## WHAT IS NEEDED:
Return each line of the records below that contains the word "lock".

## ENTRIES SUPPLIED:
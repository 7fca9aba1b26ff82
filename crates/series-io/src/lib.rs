//! Input and output formats for ccm-triage: the series table it reads, the curves table
//! (skill ensembles) it reads and writes, and the output directory every file goes through.
//!
//! - [`read_series`] / [`read_series_from`] stream a CSV series table into a validated
//!   [`SeriesTable`], with bounded memory and one-paragraph errors ([`InputError`]) that name
//!   the file, the row as numbered in the file (the header is row 1), the column and the fix.
//! - [`read_curves`], [`group_curves`] and [`write_curves`] handle `curves.csv`
//!   (`driver,response,library_size,replicate,skill`).
//! - [`OutputDir`] writes every output file atomically (temporary name, fsync, rename), and
//!   [`Export`] is the one trait each output format implements.
//!
//! ```
//! use series_io::{ReadOptions, read_series_from};
//!
//! let csv = "time,prey,predator\r\n0,1.5,0.2\r\n1,NA,0.3\r\n2,1.1,\"0.25\"\r\n";
//! let table = read_series_from(csv.as_bytes(), "demo.csv", &ReadOptions::default())?;
//! assert_eq!(table.names, ["prey", "predator"]);
//! assert_eq!(table.time.as_deref(), Some(&[0.0, 1.0, 2.0][..]));
//! assert_eq!(table.missing, [1, 0]);
//!
//! let err = read_series_from("t,a,b\n0,1,2\n1,x,3\n".as_bytes(), "bad.csv", &ReadOptions::default())
//!     .unwrap_err();
//! assert!(err.to_string().starts_with("bad.csv: row 3, column `a`: \"x\" is not a number."));
//! # Ok::<(), series_io::InputError>(())
//! ```
#![deny(missing_docs)]

mod cell;
pub mod checksum;
mod curves;
mod decisions;
mod error;
#[doc(hidden)]
pub mod fuzzing;
mod guard;
mod lock;
mod output;
mod records;
mod table;
mod timeaxis;

pub use cell::MISSING_TOKENS;
pub use curves::{
    CURVE_COLUMNS, CurvePair, CurvesCsv, CurvesOptions, DEFAULT_CURVES_MAX_ROWS,
    MAX_CURVE_LIBRARY_SIZES, group_curves, read_curve_pairs, read_curve_pairs_from, read_curves,
    read_curves_from, read_curves_with, write_curves,
};
pub use decisions::{
    DECISION_COLUMNS, Decision, DecisionFile, DecisionRow, FeatureRows, read_decisions,
    read_decisions_from, read_feature_rows,
};
pub use error::{InputError, OutputError};
pub use lock::{DirLock, LOCK_FILE, LockHolder, utc_timestamp, utc_timestamp_at};
pub use output::{
    CsvTable, Export, JsonDocument, OutputDir, TextDocument, format_f64, write_csv_rows,
};
pub use table::{
    DEFAULT_MAX_CELLS, DEFAULT_MAX_COLUMNS, DEFAULT_MAX_LINE_BYTES, DEFAULT_MAX_ROWS, ReadOptions,
    TIME_COLUMN_NAMES, read_series, read_series_from,
};
pub use timeaxis::{TimeAxis, TimeKind, UnevenSteps};

/// A validated table of series read from CSV.
///
/// Guarantees: at least two series; every column as long as the time axis (when present);
/// each series holds at least two present values that are not all equal; no infinities;
/// time values present and strictly increasing, in equal steps unless the reader was told
/// to accept uneven ones.
#[derive(Debug, Clone, PartialEq)]
pub struct SeriesTable {
    /// Name of the time column, when present.
    pub time_column: Option<String>,
    /// Time values, when a time column is present: the numbers as written, days since
    /// 1970-01-01 for dates, seconds since 1970-01-01T00:00 UTC for date-times.
    pub time: Option<Vec<f64>>,
    /// What was found about the time axis (kind, first and last time, usual step).
    pub time_axis: Option<TimeAxis>,
    /// Series names, in file order.
    pub names: Vec<String>,
    /// `columns[j][i]`: series j at row i; NaN marks a missing cell.
    pub columns: Vec<Vec<f64>>,
    /// Missing cells per series.
    pub missing: Vec<usize>,
    /// One-line warnings about the table that do not stop the run (a first column that
    /// looks like an unchosen time axis, uneven steps treated as equal or filled).
    pub warnings: Vec<String>,
    /// SHA-256 (hex) of the input bytes.
    pub sha256: String,
}

impl SeriesTable {
    /// Number of data rows (time points).
    pub fn n_rows(&self) -> usize {
        self.columns.first().map_or(0, Vec::len)
    }

    /// Number of series.
    pub fn n_series(&self) -> usize {
        self.names.len()
    }

    /// The values of the series called `name`.
    pub fn series(&self, name: &str) -> Option<&[f64]> {
        self.names
            .iter()
            .position(|n| n == name)
            .map(|j| self.columns[j].as_slice())
    }

    /// Missing cells over all series.
    pub fn total_missing(&self) -> usize {
        self.missing.iter().sum()
    }
}

/// One ensemble member, a row of `curves.csv`.
#[derive(Debug, Clone, PartialEq)]
pub struct CurveRow {
    /// Driver name.
    pub driver: String,
    /// Response name.
    pub response: String,
    /// Library size.
    pub library_size: usize,
    /// Replicate index.
    pub replicate: usize,
    /// Cross-map skill (may be NaN).
    pub skill: f64,
}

## TASK RESPONSE:
mod lock;
pub use lock::{DirLock, LOCK_FILE, LockHolder, utc_timestamp, utc_timestamp_at};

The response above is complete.